但不想糊糊塗塗死在所謂「世界的瘋狂」的這種心情,燃燒着克蕾雅對危險未知的恐懼。

深夜,克蕾雅回到黑荊棘安保公司。

向鄧恩彙報了蘭爾烏斯詐騙案與代罰者失控事件。

鄧恩聽后並沒有說太多的話,「這些案件都是代罰者在處理。」

蘭爾烏斯詐騙案就算涉及到了邪異案件,因為蘭爾烏斯的涉事公司在南區,按照管轄區域劃分,也是代罰者的案件,東區、南區和碼頭區歸代罰者管。

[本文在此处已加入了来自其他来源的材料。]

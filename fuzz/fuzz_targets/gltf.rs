//! Any bytes as glTF, binary or JSON, with the bytes themselves as every neighbour: an answer or an
//! error; every index in range, every number finite, runs that cover all triangles.
#![no_main]

use bismar::format::{Bytes, gltf};
use bismar::mesh::Triangles;
use libfuzzer_sys::fuzz_target;

fuzz_target!(|data: &[u8]| {
    let neighbours = |_: &str| Ok(Bytes::Owned(data.to_vec()));
    for read in [gltf::parse_binary(data, &neighbours), gltf::parse_text(data, &neighbours)] {
        let soup = match read {
            Ok(soup) => soup,
            Err(error) => {
                assert!(!error.advice.is_empty());
                continue;
            }
        };
        let Triangles::Indexed { vertices, corners } = &soup.triangles else {
            unreachable!("a glTF has indices")
        };
        assert!(!corners.is_empty() && soup.unit.is_some());
        assert!(corners.iter().flatten().all(|&i| (i as usize) < vertices.len()));
        assert!(vertices.iter().flatten().all(|x| x.is_finite()));
        assert_eq!(soup.runs.iter().map(|r| r.count).sum::<usize>(), corners.len());
        assert!(soup.runs.iter().all(|r| (r.name as usize) < soup.names.len()));
    }
});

嘆息一聲,鄧恩將一份報告遞給克蕾雅,「西區有地方出現疑似鬧鬼的事情,你既然回來了,那現在去找洛耀,兩人一起去看看情況。切記要確保自身的安全。」

PS:

詭秘1是個瘋狂與守護的故事。那是烏賊的故事。我從最初的特別喜歡,到寫了同人後翻來覆去看的痛苦與迷茫,又回到對烏賊詭秘1的設計佩服得五體投地。更讓我認識到,就像是同途徑同序列,不同角色的表現,簡直比人與狗的差距還大;而寫小說這種事情,不同人的差距,也是如此……

開書以來,有不少讀者們在留言評論。我都會看,有的評論還讓我改變對一些劇情的安排。但也有的留言評論,哪怕我看了覺得也挺有道理,但我也不會改。

寫這本書,我最想最想寫的就只有兩點。

變強和貼貼。

一個普通地球客在詭秘中的變強和貼貼。

凡是跟這兩條有關的評論和建議,我都會認識考慮。

比如之前有一段「老尼爾拍了下克蕾雅後背」的描述,在得到讀者負反饋后,我在發文十多幾分鐘之內立馬就改了。為什麼?不止是讀者說得時代背景緣故,主要因為這種描寫影響到想看貼貼的讀者觀感了。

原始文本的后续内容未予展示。